Given this issue, we weren't able to complete the proof generation for message processing. It is somewhat good news, as once a message is posted to MACI's smart contracts, it's not possible to censor it even if these messages trigger bugs.
How was the round saved?
After understanding the bug, the team came up with a solution that would both allow EthDAM to pay out projects with cryptographic guarantee of the results, as well as provide a solution that is fully transparent and verifiable. After all, MACI is all about verifiability.
Given that the clr.fund round was run using a token with no monetary value (EthDAMToken), instead of spinning up a new round and asking users to re-submit their votes, we opted for an automated solution which would scrap all signups and contribution of this token, as well as all messages, and to re-submit them to the new clr.fund round contracts.

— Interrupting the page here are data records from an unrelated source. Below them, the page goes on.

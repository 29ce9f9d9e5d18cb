package plots

import (
	"math"

	"gonum.org/v1/plot/vg"
)

// timeRuler is a line of time with the ticks of the tracks that it stands beside. It is
// drawn as they are: one strong line, dashed where the body does not fly.
type timeRuler struct {
	box      vg.Rectangle
	from, to float64 // s
	track    track
	step     float64
	landing  bool
	marks    []float64
	pl       *placer
}

const (
	rulerInset = 16.0 // pt, left and right of the line
	rulerLine  = 19.0 // pt, of the line above the foot of its box
)

// newRuler lays a ruler over a track that ends at its landing, if it has one.
func newRuler(t track, landing *Point, step float64, box vg.Rectangle) timeRuler {
	r := timeRuler{box: box, from: t.t[0], to: t.t[len(t.t)-1], track: t, step: step, landing: landing != nil}
	if r.to <= r.from {
		r.to = r.from + 1
	}
	r.marks, _ = t.marks(step)
	r.pl = &placer{bounds: box}
	r.label()
	return r
}

func (r *timeRuler) at(t float64) vg.Point {
	lo, hi := r.box.Min.X.Points()+rulerInset, r.box.Max.X.Points()-rulerInset
	return xy(lo+(hi-lo)*(t-r.from)/(r.to-r.from), r.box.Min.Y.Points()+rulerLine)
}

// ends are the texts over the two ends.
func (r *timeRuler) end() string {
	words := "the end, "
	if r.landing {
		words = "landing, "
	}
	return words + seconds(r.track.t[len(r.track.t)-1])
}

func (r *timeRuler) label() {
	last := r.at(r.to)
	r.pl.polyline(priceStrong, r.at(r.from), last)
	const below = sizeNote + 6.0
	free := math.Inf(-1)
	for _, t := range append([]float64{r.from}, r.marks...) {
		words := tickText(t, math.Max(r.step, 1e-9)) + " s"
		w := textWidth(words, sizeNote, false)
		c := r.at(t)
		lo := c.X.Points() - w/2
		if lo < free || c.X.Points()+w/2 > r.box.Max.X.Points() {
			continue
		}
		free = lo + w + 4
		r.pl.labels = append(r.pl.labels, placedLabel{ok: true, label: label{s: words, size: sizeNote, ink: inkText},
			box: vg.Rectangle{Min: xy(lo, c.Y.Points()-below-tailDepth*sizeNote), Max: xy(lo+w, c.Y.Points()-below+capHeight*sizeNote)}})
	}
}

func (r *timeRuler) paint(p *pad) {
	for _, run := range r.track.runs() {
		p.line(trackPen(0, run.ph[0]), r.at(run.t[0]), r.at(run.t[len(run.t)-1]))
	}
	for _, t := range r.marks {
		p.line(penTick, r.at(t).Sub(xy(0, 3.2)), r.at(t).Add(xy(0, 3.2)))
	}
	p.ring(r.at(r.from), seriesInk(0))
	if r.landing {
		p.dot(r.at(r.to), seriesInk(0))
	}
	r.pl.draw(p)
	above := xy(0, 7)
	p.text(text{s: "release", at: xy(r.box.Min.X.Points()+rulerInset-ringRadius, (r.at(r.from).Add(above)).Y.Points()), size: sizeNote, ink: inkText})
	p.text(text{s: "time since the release", at: r.at((r.from + r.to) / 2).Add(above), along: 0.5, size: sizeNote, ink: inkSoft})
	p.text(text{s: r.end(), at: r.at(r.to).Add(above).Add(xy(dotRadius, 0)), along: 1, size: sizeNote, ink: inkText})
}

This way, voters can validate that all signups and votes were included, and by not submitting this invalid message, being able to generate zk-SNARK proofs and validate publicly the final tally result.

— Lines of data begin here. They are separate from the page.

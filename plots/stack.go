package plots

import (
	"errors"
	"fmt"
)

// StackChartSpec is what StackChart draws: panels above one another with one axis along.
type StackChartSpec struct {
	Title, Desc, Notes string // Desc is for readers who cannot see the figure; Notes may be empty

	Spin   float64   // rad/s; negative: the floor moves antispinward
	Spins  string    // stands in place of what is said of the spin, where it varies; may be empty
	Axis   string    // what runs along, with its unit
	X      []float64 // never decreasing; at least two different
	Legs   []LegSpan // stretches of X with names, in their order
	Named  bool      // the stretches say it all: no numbers stand along
	Panels []PanelSpec
}

// PanelSpec is a panel of a StackChart. One without any finite value is left out.
type PanelSpec struct {
	Title  string // what runs up, with its unit
	Most   float64
	Curves []CurveSpec
	Levels []Level
}

// CurveSpec is a line of a panel; Y has the length of X, and a NaN is a gap.
type CurveSpec struct {
	Name string
	Y    []float64
}

// Level is a line across a panel, such as a limit.
type Level struct {
	Name  string
	Value float64 // in the unit of the panel
}

// LegSpan is a stretch of the axis along, such as a leg of a crew path.
type LegSpan struct {
	Name     string
	From, To float64 // in the unit of the axis
}

func (s StackChartSpec) check() error {
	for i, x := range s.X {
		if !finite(x) || i > 0 && x < s.X[i-1] {
			return fmt.Errorf("value %d along, %g, is not finite or runs back", i, x)
		}
	}
	if n := len(s.X); n < 2 || s.X[n-1] == s.X[0] {
		return errors.New("wants at least two different values along")
	}
	if err := checkValues("along", len(s.X), s.X); err != nil {
		return err
	}
	for _, l := range s.Legs {
		if !finite(l.From) || !finite(l.To) || l.To < l.From {
			return fmt.Errorf("leg %q runs from %g to %g", l.Name, l.From, l.To)
		}
	}
	for _, p := range s.Panels {
		if err := p.check(len(s.X)); err != nil {
			return err
		}
	}
	return nil
}

func (p PanelSpec) check(n int) error {
	for _, c := range p.Curves {
		if err := checkValues(p.Title+" "+c.Name, n, c.Y); err != nil {
			return err
		}
	}
	for _, l := range p.Levels {
		if err := checkValues(l.Name, 1, []float64{l.Value}); err != nil || !finite(l.Value) {
			return fmt.Errorf("level %q of %g cannot be drawn", l.Name, l.Value)
		}
	}
	return nil
}

// StackChart draws panels above one another. It is an error if the values along are not
// in order, a curve has another length, or no panel has a finite value.
func StackChart(spec StackChartSpec) (*Figure, error) {
	head := headline{spec.Title, spec.Desc, spec.Notes, spec.Spin}
	if err := errors.Join(head.check(), spec.check()); err != nil {
		return nil, fmt.Errorf("chart: %w", err)
	}
	panels := spec.panels()
	if len(panels) == 0 {
		return nil, errors.New("chart: no panel has a finite value")
	}
	c := newLoads(spec, panels)
	return newFigure(spec.Title, spec.Desc, c.w, c.h, c.paint)
}

// panels are those with something to show.
func (s StackChartSpec) panels() (out []*panel) {
	for _, p := range s.Panels {
		q := &panel{title: p.Title, most: p.Most, levels: p.Levels, named: s.Named}
		for _, c := range p.Curves {
			if _, _, ok := span(c.Y); ok {
				q.curves = append(q.curves, curve{c.Name, s.X, c.Y, seriesPen(len(q.curves)), false})
			}
		}
		if len(q.curves) > 0 {
			out = append(out, q)
		}
	}
	return out
}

The script in question can be found in a gist. In a nutshell, the script pulled all signups from the original round fundingRound contract, and submitted them on the new contract, after having approved the new contract to spend all EthDAMToken tokens. Then, it pulls the messages, aside from the invalid one, and posts them to the new Poll contract.

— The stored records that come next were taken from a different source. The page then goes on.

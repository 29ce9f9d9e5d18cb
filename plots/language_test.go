package plots

import (
	"math"
	"math/rand/v2"
	"strings"
	"testing"

	"gonum.org/v1/plot/vg"
)

func TestNumbersAsRead(t *testing.T) {
	for _, c := range []struct{ got, want string }{
		{length(0.6339), "0.634 m"}, {length(0.0008981), "0.898 mm"}, {length(2.3e6), "2300 km"}, {length(-3e-6), "\u22123.00 µm"},
		{length(0), "0 m"}, {roundLength(0.5), "0.5 m"}, {roundLength(200), "200 m"},
		{signedLength(-0.6339), "0.634 m antispinward"}, {signedLength(2), "2.00 m spinward"}, {signedLength(0), "0 m"},
		{degrees(math.Pi / 2), "90.0°"}, {degrees(3 * math.Pi), "540° (1.50 turns)"},
		{rpm(-math.Pi / 30), "1.00 rpm"}, {decimals(-0.0001, 2), "0.00"}, {signif(1e9, 3), "1.00e9"},
		{tickText(0.30000000000000004, 0.1), "0.3"}, {tickText(-20, 10), "\u221220"}, {tickText(2e6, 1e6), "2e6"},
	} {
		if c.got != c.want {
			t.Errorf("got %q, want %q", c.got, c.want)
		}
	}
}

// TestTicksAreRoundAndFew: multiples of 1, 2 or 5 times a power of ten, within the range.
func TestTicksAreRoundAndFew(t *testing.T) {
	const seed = 3
	r := rand.New(rand.NewPCG(seed, 1))
	for range 500 {
		lo := r.NormFloat64() * math.Pow(10, r.Float64()*12-6)
		span := math.Pow(10, r.Float64()*6-3) * (math.Abs(lo) + 1e-6)
		n := 1 + r.IntN(12)
		ticks, step := Ticks(lo, lo+span, n)
		lead := step / math.Pow(10, math.Floor(math.Log10(step)+1e-9))
		if math.Abs(lead-1) > 1e-6 && math.Abs(lead-2) > 1e-6 && math.Abs(lead-5) > 1e-6 {
			t.Fatalf("seed %d: step %g", seed, step)
		}
		if len(ticks) > n+1 {
			t.Errorf("seed %d: %d ticks in %d intervals", seed, len(ticks), n)
		}
		for _, v := range ticks {
			if v < lo-1e-6*step || v > lo+span+1e-6*step {
				t.Errorf("seed %d: tick %g outside of %g to %g", seed, v, lo, lo+span)
			}
		}
	}
	for _, bad := range [][2]float64{{0, 0}, {1, 0}, {math.NaN(), 1}, {0, math.Inf(1)}} {
		if ticks, _ := Ticks(bad[0], bad[1], 5); ticks != nil {
			t.Errorf("ticks for %v", bad)
		}
	}
}

// TestThinKeepsItsLaw: ends and order stay, and no point is farther than the tolerance.
func TestThinKeepsItsLaw(t *testing.T) {
	const seed, tolerance = 5, 0.3
	r := rand.New(rand.NewPCG(seed, 1))
	pts := []Point{{}}
	for range 400 {
		pts = append(pts, pts[len(pts)-1].add(Point{r.NormFloat64() * 0.2, r.NormFloat64() * 0.2}))
	}
	kept := Thin(pts, tolerance)
	if len(kept) >= len(pts)/2 || kept[0] != pts[0] || kept[len(kept)-1] != pts[len(pts)-1] {
		t.Fatalf("seed %d: %d of %d points kept", seed, len(kept), len(pts))
	}
	k := 0
	for _, p := range pts {
		if k+1 < len(kept) && p == kept[k+1] {
			k++
		}
		a, b := kept[k], kept[min(k+1, len(kept)-1)]
		if d := segmentDistance(p.X, p.Y, a.X, a.Y, b.X, b.Y); d > tolerance {
			t.Errorf("seed %d: a point lies %g from the line", seed, d)
		}
	}
}

// TestViewIsTrueToScale: the page distance of any two points is the scale times theirs.
func TestViewIsTrueToScale(t *testing.T) {
	const seed = 7
	r := rand.New(rand.NewPCG(seed, 1))
	for _, down := range []bool{false, true} {
		v := look(vg.Rectangle{Min: xy(10, 20), Max: xy(300, 250)}, 37, Point{2, 3}, xy(100, 100), down)
		for range 50 {
			p, q := Point{r.NormFloat64(), r.NormFloat64()}, Point{r.NormFloat64(), r.NormFloat64()}
			d := v.pt(p).Sub(v.pt(q))
			if got := math.Hypot(d.X.Points(), d.Y.Points()); math.Abs(got-37*p.dist(q)) > 1e-9 {
				t.Errorf("seed %d, down %v: %g pt for %g m", seed, down, got, p.dist(q))
			}
		}
		a := v.shown()
		if got := a.size(); math.Abs(got.X-290/37.0) > 1e-9 || math.Abs(got.Y-230/37.0) > 1e-9 {
			t.Errorf("down %v: shows %v", down, got)
		}
	}
}

// TestArcsAreCutAtTheWindow compares the parts of an arc with a walk along it.
func TestArcsAreCutAtTheWindow(t *testing.T) {
	const seed = 11
	r := rand.New(rand.NewPCG(seed, 1))
	win := vg.Rectangle{Min: xy(0, 0), Max: xy(100, 80)}
	for range 300 {
		a := pageArc{c: xy(100*r.Float64(), 100*r.Float64()), r: vg.Length(5 + 100*r.Float64()), start: 6 * r.NormFloat64()}
		a.end = a.start + 2*math.Pi*(2*r.Float64()-1)
		parts := a.inside(win)
		const steps = 400
		near := 0 // samples next to an edge may fall on either side
		for i := range steps {
			u := (float64(i) + 0.5) / steps
			angle, in := a.start+u*(a.end-a.start), false
			for _, p := range parts {
				in = in || (angle-p.start)*(angle-p.end) <= 0
			}
			if in != within(win, a.at(u)) {
				near++
			}
		}
		if near > 0 {
			t.Errorf("seed %d: arc %+v is cut wrongly at %d of %d places", seed, a, near, steps)
		}
	}
}

func TestDeckPlaceAndFootAreInverse(t *testing.T) {
	for _, radius := range []float64{0, 3, 18, 2.3e6} {
		d := deckLine{radius: radius}
		for _, s := range []float64{-4, -0.001, 0, 1e-9, 2.5, 9} {
			if got := d.foot(d.place(s)); math.Abs(got-s) > 1e-9 {
				t.Errorf("radius %g: foot of the place at %g is %g", radius, s, got)
			}
		}
	}
}

func TestTrackPlacesAndTimes(t *testing.T) {
	tr, err := newTrack([]TrackPoint{{0, 0, 2, ""}, {1, 1, 1, ""}, {2, 2, 0, "slide"}, {4, 4, 0, "rest"}, {9, 4, 0, "rest"}})
	if err != nil {
		t.Fatal(err)
	}
	if got := tr.place(0.5); got != (Point{0.5, 1.5}) {
		t.Errorf("place at 0.5 s is %v", got)
	}
	if got := tr.when(Point{3, 0}); math.Abs(got-3) > 1e-12 {
		t.Errorf("at (3, 0) after %g s", got)
	}
	if got := tr.moves(); got != 4 {
		t.Errorf("rests after %g s", got)
	}
	if runs := tr.runs(); len(runs) != 3 || runs[1].ph[0] != Slide || len(runs[1].at) != 2 {
		t.Errorf("runs: %+v", runs)
	}
	if cut := tr.upTo(0.5); cut.last() != (Point{0.5, 1.5}) || len(tr.at) != 5 {
		t.Errorf("cut at 0.5 s ends at %v", cut.last())
	}
	times, step := tr.marks(0)
	if step != 0.5 || len(times) != 8 || times[7] != 4 {
		t.Errorf("marks %v, step %g: none is wanted at rest", times, step)
	}
	if times, _ := tr.marks(2); len(times) != 2 {
		t.Errorf("marks each 2 s: %v", times)
	}
	if times, _ := tr.marks(1e-9); len(times) > maxMarks {
		t.Errorf("%d marks", len(times))
	}
}

// TestAutomaticMarksAreFourToTwelve for any duration.
func TestAutomaticMarksAreFourToTwelve(t *testing.T) {
	for end := 1e-3; end < 1e5; end *= 1.07 {
		tr := track{t: []float64{0, end}, at: []Point{{}, {1, 0}}, ph: []Phase{Flight, Flight}}
		if times, _ := tr.marks(0); len(times) < 4 || len(times) > 12 {
			t.Errorf("%d marks in %g s", len(times), end)
		}
	}
}

// TestPlacerKeepsItsLaw: no two boxes overlap, all lie within bounds, and what must be
// shown is.
func TestPlacerKeepsItsLaw(t *testing.T) {
	const seed = 13
	r := rand.New(rand.NewPCG(seed, 1))
	for round := range 20 {
		pl := placer{bounds: vg.Rectangle{Max: xy(400, 300)}}
		pl.text(vg.Rectangle{Min: xy(100, 100), Max: xy(200, 112)})
		pl.polyline(priceStrong, xy(0, 0), xy(400, 300))
		for i := range 25 {
			at := xy(150+100*r.Float64(), 100+100*r.Float64())
			pl.mark(at, 3)
			pl.add(label{s: strings.Repeat("x", 1+r.IntN(14)), size: sizeNote, at: at, clear: 3, need: i%2 == 0})
		}
		if lost := pl.solve(); len(lost) > 0 {
			t.Errorf("seed %d, round %d: lost %q", seed, round, lost)
		}
		boxes := append([]vg.Rectangle(nil), pl.fixed...)
		for _, l := range pl.labels {
			if !l.ok {
				continue
			}
			if !within(pl.bounds, l.box.Min) || !within(pl.bounds, l.box.Max) {
				t.Errorf("seed %d, round %d: %q is out of bounds", seed, round, l.s)
			}
			for _, b := range boxes {
				if overlap(b, l.box) {
					t.Errorf("seed %d, round %d: %q lies on another", seed, round, l.s)
				}
			}
			boxes = append(boxes, l.box)
		}
	}
}

// TestCrossesAgreesWithAWalk along the segment; those that graze a corner are left out.
func TestCrossesAgreesWithAWalk(t *testing.T) {
	const seed, steps = 17, 2000
	r := rand.New(rand.NewPCG(seed, 1))
	box := vg.Rectangle{Min: xy(3, 4), Max: xy(7, 6)}
	for range 500 {
		a, b := xy(10*r.Float64(), 10*r.Float64()), xy(10*r.Float64(), 10*r.Float64())
		inside := 0
		for i := range steps + 1 {
			if within(box, a.Add(b.Sub(a).Scale(vg.Length(i)/steps))) {
				inside++
			}
		}
		if got := crosses(box, a, b); got != (inside > 0) && inside != 0 || got && !crosses(grow(box, 0.01), a, b) {
			t.Errorf("seed %d: %v to %v: %v, %d samples inside", seed, a, b, got, inside)
		}
		if inside == 0 && crosses(grow(box, -0.05), a, b) {
			t.Errorf("seed %d: %v to %v does not come near", seed, a, b)
		}
	}
}

func TestTextIsCutToItsWidth(t *testing.T) {
	const words = "a line of words that goes on and on, without an end in sight"
	for _, w := range []float64{30, 80, 200} {
		lines := wrap(words, w, sizeNote, false, 2)
		if len(lines) > 2 {
			t.Errorf("%d lines", len(lines))
		}
		for _, l := range lines {
			if got := textWidth(l, sizeNote, false); got > w {
				t.Errorf("%q is %g pt wide, not %g", l, got, w)
			}
		}
	}
	if got := clean("a\x00b\n c\xff"); got != "a b c" {
		t.Errorf("clean gives %q", got)
	}
	if got := toCodePage("\u22125 µm ² € \u4e2d"); got != "\x965 \xb5m \xb2 \x80 ?" {
		t.Errorf("code page: %q", got)
	}
}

After this, the EthDAM team was able to complete the tally alongside ZK proofs to be submitted on chain.
How did we fix MACI?
To fix the bug, we added code to validate that a given point is on the curve. The Solidity library, found within the original Baby JubJub paper, was originally developed by yondonfu and for sake of simplicity, it was copied over to the MACI's repo. The code needed just a couple of small upgrades to work with more recent Solidity versions (0.8.20).
/**
 * @dev Check if a given point is on the curve
 * (168700x^2 + y^2) - (1 + 168696x^2y^2) == 0
 */
function isOnCurve(uint256 _x, uint256 _y) internal pure returns (bool) {
  uint256 xSq = mulmod(_x, _x, Q);
  uint256 ySq = mulmod(_y, _y, Q);
  uint256 lhs = addmod(mulmod(A, xSq, Q), ySq, Q);
  uint256 rhs = addmod(1, mulmod(mulmod(D, xSq, Q), ySq, Q), Q);
  return submod(lhs, rhs, Q) == 0;
}
As seen in the code above, the function will evaluate the Baby JubJub equation using the input public key x and y values. Any value that is not on the curve, will be rejected, as shown below:
// check if the public key is on the curve
if (!CurveBabyJubJub.isOnCurve(_encPubKey.x, _encPubKey.y)) {
  revert InvalidPubKey();
}
The bug was fixed with this PR. On top of preventing such invalid values from being accepted by the contract, we also added more validation across the TypeScript libraries to make it harder for users to make such mistakes.
Footnote
The MACI team would like to first of all thank EthDAM's team for their patience while we navigated through this issue, and trusting us with coming up with a transparent solution for the round.
Furthermore, we thank mikerah from HashCloak for helping to review the fix, and their expertise in handling security incidents like this. Together with them, we looked at other repositories using similar code, looking for the same mistake, though we did not find similar protocols where an invalid key would cause a denial of service. If you are a ZK developer reading this, we hope this was a lesson that would help remind us all to always validate user input for future scenarios.
Finally, a big thank you to Raphael for explaining the math behind the issue, and suggesting that full point validation would end up being a much better solution than just not accepting y = 1.
Contract addresses
Below is a list of the contract addresses for this EthDAM round. All code is verified on Gnosis's block explorer and can be reviewed.
RoundToken
clr.fund Instance
Original round
New Round
MACI New Version
We decided to publish a new version of MACI with the fix (and other changes made since the 1.2 release). The new version is 1.2.1.
Please do not use the 1.2 version of the contracts for any new deployments, as it contains the bug described in this post. All other packages are safe, though 1.2.1 is the recommended version to use.